[Saved entries]

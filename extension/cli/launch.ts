/**
 * Entry of `residuum` (dist/cli.js): starts the command-line tool (dist/cliMain.js, extension/cli/main.ts), for the
 * verbs that read whole logs with settings chosen for the machine: in a thread of its own when V8 flags are all it
 * needs, in a child process when the C library must be told something at the start of a process.
 *
 * Two settings, each chosen for the machine (README "Performance" has the measurements):
 * - **V8 flags** ({@link childV8Flags}). On a machine with two cores or fewer, V8 compiles optimised code on the
 *   thread that runs it (`--no-concurrent-recompilation`). The analysis keeps both cores busy (the main thread and
 *   the stage worker), so a compile job queued for a background thread waits while the loop it would speed up runs
 *   unoptimised: on the 2-core development machine the run took about 10% less time with the flag. V8 reads it when
 *   an isolate starts, so the tool runs in a worker thread started after the flag is set (`runInThread`): a new
 *   isolate, without the ~60 ms of a second process. A concurrent-recompilation flag the user gives
 *   (`node --concurrent-recompilation dist/cli.js ...`) wins: ours is then not set.
 * - **Huge pages** ({@link hugePagesWanted}). An analysis writes about 100 MB of fresh column memory for the
 *   250,000-row benchmark log, and each first write to a 4 KiB page is a page fault. Where a fault is slow (about
 *   12 us on one virtual machine we measured: ~0.3 s for the columns alone), glibc (2.35 and later) is asked for
 *   2 MiB pages on its large blocks with `GLIBC_TUNABLES=glibc.malloc.hugetlb=1`, and the kernel faults 512 times
 *   less often. Where faults are cheap (about 1.5 us on another) the same tunable made the run slower (the kernel
 *   assembles each 2 MiB page on first touch), so the launcher times the faults of a fresh 4 MiB block first
 *   ({@link pageFaultCost_us}, about 2 ms) and asks for huge pages only above {@link SLOW_FAULT_US}.
 *   `RESIDUUM_HUGE_PAGES=1` or `=0` decides instead of the probe. Other C libraries and older glibc ignore the
 *   tunable. glibc reads it only when a process starts: huge pages mean a child process (with the V8 flags on its
 *   command line).
 * When neither applies, or the log is small ({@link TUNED_MIN_LOG_BYTES}), the tool runs in this thread with V8's
 * defaults. `RESIDUUM_NO_REEXEC=1` always runs it here. The child is marked
 * (`RESIDUUM_LAUNCHED=1`) so it never starts another. Output, messages and the exit status are the tool's own in
 * every case (`--help` and errors in the arguments included).
 */
import { spawnSync } from 'node:child_process';
import { statSync } from 'node:fs';
import path from 'node:path';
import { availableParallelism } from 'node:os';
import { getHeapStatistics, setFlagsFromString } from 'node:v8';
import { Worker } from 'node:worker_threads';
import { loadBundle } from './codeCache';

/** The tunable that asks glibc's malloc for transparent huge pages (madvise mode) on its mmap'd blocks. */
export const HUGE_PAGE_TUNABLE = 'glibc.malloc.hugetlb=1';

/** A first write to a fresh 4 KiB page costing this many microseconds or more makes huge pages worth asking for. */
export const SLOW_FAULT_US = 5;

/**
 * Logs smaller than this run in the first thread with V8's defaults (no flag, no huge pages): on the 2-core
 * development machine a log of 2 to 7 MB (5,000 to 20,000 epochs) took 60 to 110 ms longer in a thread with
 * `--no-concurrent-recompilation` than without (below 20,000 epochs the analysis uses one thread, and V8's background
 * compiler has the second core to itself), while logs of 18 MB and more (50,000 epochs and up, the stage worker busy
 * too) took 70 to 100 ms less (README "Performance"). 12 MiB lies between.
 */
export const TUNED_MIN_LOG_BYTES = 12 * 2 ** 20;

/** Verbs that read whole logs and so gain from the child's settings. */
const LOG_VERBS = new Set(['analyze', 'check', 'compare', 'montecarlo']);

/**
 * V8 flags for the child run: `--no-concurrent-recompilation` on machines with at most two cores (see the file
 * comment), none otherwise (there a background thread is free to compile).
 */
export function childV8Flags(cores: number): string[] {
  return cores <= 2 ? ['--no-concurrent-recompilation'] : [];
}

/**
 * Mean cost of a first write to a fresh 4 KiB page, microseconds: the time to touch every page of a new `bytes`
 * block once. A new ArrayBuffer of megabytes is a fresh mmap (glibc's calloc of a large block), so each touch is a
 * page fault. A timing, so it varies from run to run; only its order of magnitude is used.
 */
export function pageFaultCost_us(bytes = 4 << 20): number {
  const a = new Uint8Array(new ArrayBuffer(bytes));
  const t0 = process.hrtime.bigint();
  for (let i = 0; i < bytes; i += 4096) a[i] = 1;
  return Number(process.hrtime.bigint() - t0) / 1000 / Math.ceil(bytes / 4096);
}

/**
 * Whether the child should ask glibc for huge pages: on Linux, unless the user set the tunable themselves, when
 * `RESIDUUM_HUGE_PAGES` says so (`1` or `0`) or else when `faultCost_us()` is at least {@link SLOW_FAULT_US}
 * (called only then).
 */
export function hugePagesWanted(env: NodeJS.ProcessEnv, platform: NodeJS.Platform, faultCost_us: () => number): boolean {
  if (platform !== 'linux') return false;
  if ((env.GLIBC_TUNABLES ?? '').split(':').some((t) => t.startsWith('glibc.malloc.hugetlb='))) return false;
  if (env.RESIDUUM_HUGE_PAGES === '1') return true;
  if (env.RESIDUUM_HUGE_PAGES === '0') return false;
  return faultCost_us() >= SLOW_FAULT_US;
}

/** How to start the child: its environment and the V8 flags placed before the user's Node flags. */
export interface ChildPlan {
  env: NodeJS.ProcessEnv;
  flags: string[];
}

/** Where the tool runs: here, in a thread of its own with V8 flags set first, or in a child process. */
export type LaunchPlan =
  | { how: 'here' }
  | { how: 'thread'; flags: string[] }
  | ({ how: 'child' } & ChildPlan);

/**
 * Where the tool runs for `verb` (see the file comment): here for verbs that read no whole log, with
 * `RESIDUUM_NO_REEXEC` set, in the child itself, for a log below {@link TUNED_MIN_LOG_BYTES}, or when nothing is to
 * change; in a child process when huge pages are wanted (glibc reads its tunable only at a process's start); in a
 * thread when V8 flags are all there is to set.
 * `execArgv`: the Node flags of this process (a concurrent-recompilation flag of the user's wins over ours).
 * `logBytes`: the size of the largest log the command names ({@link largestLogBytes}), undefined when not known.
 */
export function launchPlan(env: NodeJS.ProcessEnv, platform: NodeJS.Platform, verb: string | undefined, cores: number,
  faultCost_us: () => number = pageFaultCost_us, execArgv: readonly string[] = [], logBytes?: number): LaunchPlan {
  if (verb === undefined || !LOG_VERBS.has(verb)) return { how: 'here' };
  if (env.RESIDUUM_NO_REEXEC || env.RESIDUUM_LAUNCHED) return { how: 'here' };
  if (logBytes !== undefined && logBytes < TUNED_MIN_LOG_BYTES) return { how: 'here' };
  const own = execArgv.some((a) => a.replace(/_/g, '-').includes('concurrent-recompilation'));
  const flags = own ? [] : childV8Flags(cores);
  if (hugePagesWanted(env, platform, faultCost_us)) {
    const tunables = env.GLIBC_TUNABLES ?? '';
    return {
      how: 'child', flags,
      env: { ...env, RESIDUUM_LAUNCHED: '1', GLIBC_TUNABLES: tunables ? `${tunables}:${HUGE_PAGE_TUNABLE}` : HUGE_PAGE_TUNABLE },
    };
  }
  return flags.length > 0 ? { how: 'thread', flags } : { how: 'here' };
}

/**
 * Size in bytes of the largest regular file among the command's arguments after the verb (the logs, and any small
 * file an option names), or undefined when none is one (a folder of runs, a missing path: the size is not known).
 */
export function largestLogBytes(args: readonly string[], stat: (p: string) => { isFile(): boolean; size: number } | undefined = statOrUndefined): number | undefined {
  let largest: number | undefined;
  for (const a of args) {
    if (a.startsWith('-')) continue;
    const st = stat(a);
    if (st && !st.isFile()) return undefined; // a folder (montecarlo): its logs' sizes are not looked at
    if (st) largest = Math.max(largest ?? 0, st.size);
  }
  return largest;
}

function statOrUndefined(p: string): { isFile(): boolean; size: number } | undefined {
  try { return statSync(p); } catch { return undefined; }
}

/**
 * Run the tool's bundle in this thread on `argv`, loaded with a code cache (codeCache.ts; `flags`: the V8 flags the
 * launcher set, part of the cache's name). The bundle's path is computed, so esbuild leaves it out of dist/cli.js,
 * which stays small and starts at once. Exported for the worker of `runInThread`, which loads this file again.
 */
export function runBundle(mainFile: string, argv: string[], flags: string[] = []): void {
  const tool = loadBundle(mainFile, { flags }).exports as { runCommandLine(argv: string[]): void };
  tool.runCommandLine(argv);
}

/**
 * Set the V8 `flags`, then run the tool on `argv` in a worker thread (a new isolate, which takes them): its output
 * goes to this process's, its exit status becomes this process's; a failure to start the thread runs the tool here.
 * The thread may use as much heap as this one (`--max-old-space-size` included).
 */
function runInThread(mainFile: string, argv: string[], flags: string[]): void {
  for (const f of flags) setFlagsFromString(f);
  let worker: Worker;
  try {
    worker = new Worker(`const { workerData } = require('node:worker_threads');
require(${JSON.stringify(__filename)}).runBundle(${JSON.stringify(mainFile)}, workerData.argv, workerData.flags);`, {
      eval: true, workerData: { argv, flags },
      resourceLimits: { maxOldGenerationSizeMb: Math.ceil(getHeapStatistics().heap_size_limit / 2 ** 20) },
    });
  } catch {
    runBundle(mainFile, argv, flags); // no thread: the same run here (its stage worker still gets the flags)
    return;
  }
  // The thread's output is written by this one: a closed pipe (`residuum ... | head`) ends it quietly (as main.ts).
  process.stdout.on('error', (e: NodeJS.ErrnoException) => {
    if (e.code === 'EPIPE') process.exit(process.exitCode ?? 0);
  });
  worker.on('error', (e) => {
    process.stderr.write(`residuum: internal error: ${String(e).split('\n')[0]}\n`);
    process.exitCode = 2;
  });
  worker.on('exit', (code) => { if (!process.exitCode) process.exitCode = code; });
}

if (require.main === module) {
  const mainFile = path.join(__dirname, 'cliMain.js');
  const argv = process.argv.slice(2);
  const plan = launchPlan(process.env, process.platform, argv[0], availableParallelism(), pageFaultCost_us, process.execArgv,
    largestLogBytes(argv.slice(1)));
  if (plan.how === 'here') {
    runBundle(mainFile, argv);
  } else if (plan.how === 'thread') {
    runInThread(mainFile, argv, plan.flags);
  } else {
    // The child starts this launcher again (RESIDUUM_LAUNCHED: it runs the tool at once, cached); Node's own flags
    // (--cpu-prof, -r hook, --max-old-space-size) go to it after ours.
    const child = spawnSync(process.execPath, [...plan.flags, ...process.execArgv, __filename, ...argv], { stdio: 'inherit', env: plan.env });
    if (child.error) {
      runBundle(mainFile, argv); // could not start a process: the same run here, with this process' settings
    } else if (child.signal) {
      process.kill(process.pid, child.signal); // end the way the child ended (Ctrl-C, a kill from a CI timeout)
    } else {
      process.exitCode = child.status ?? 2;
    }
  }
}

WHAT THE TASK ASKS: Write out, word for word, the lines from the one containing "else if (child.signal)" through the end of the records, with no other lines.

TASK OUTPUT:
    } else if (child.signal) {
      process.kill(process.pid, child.signal); // end the way the child ended (Ctrl-C, a kill from a CI timeout)
    } else {
      process.exitCode = child.status ?? 2;
    }
  }
}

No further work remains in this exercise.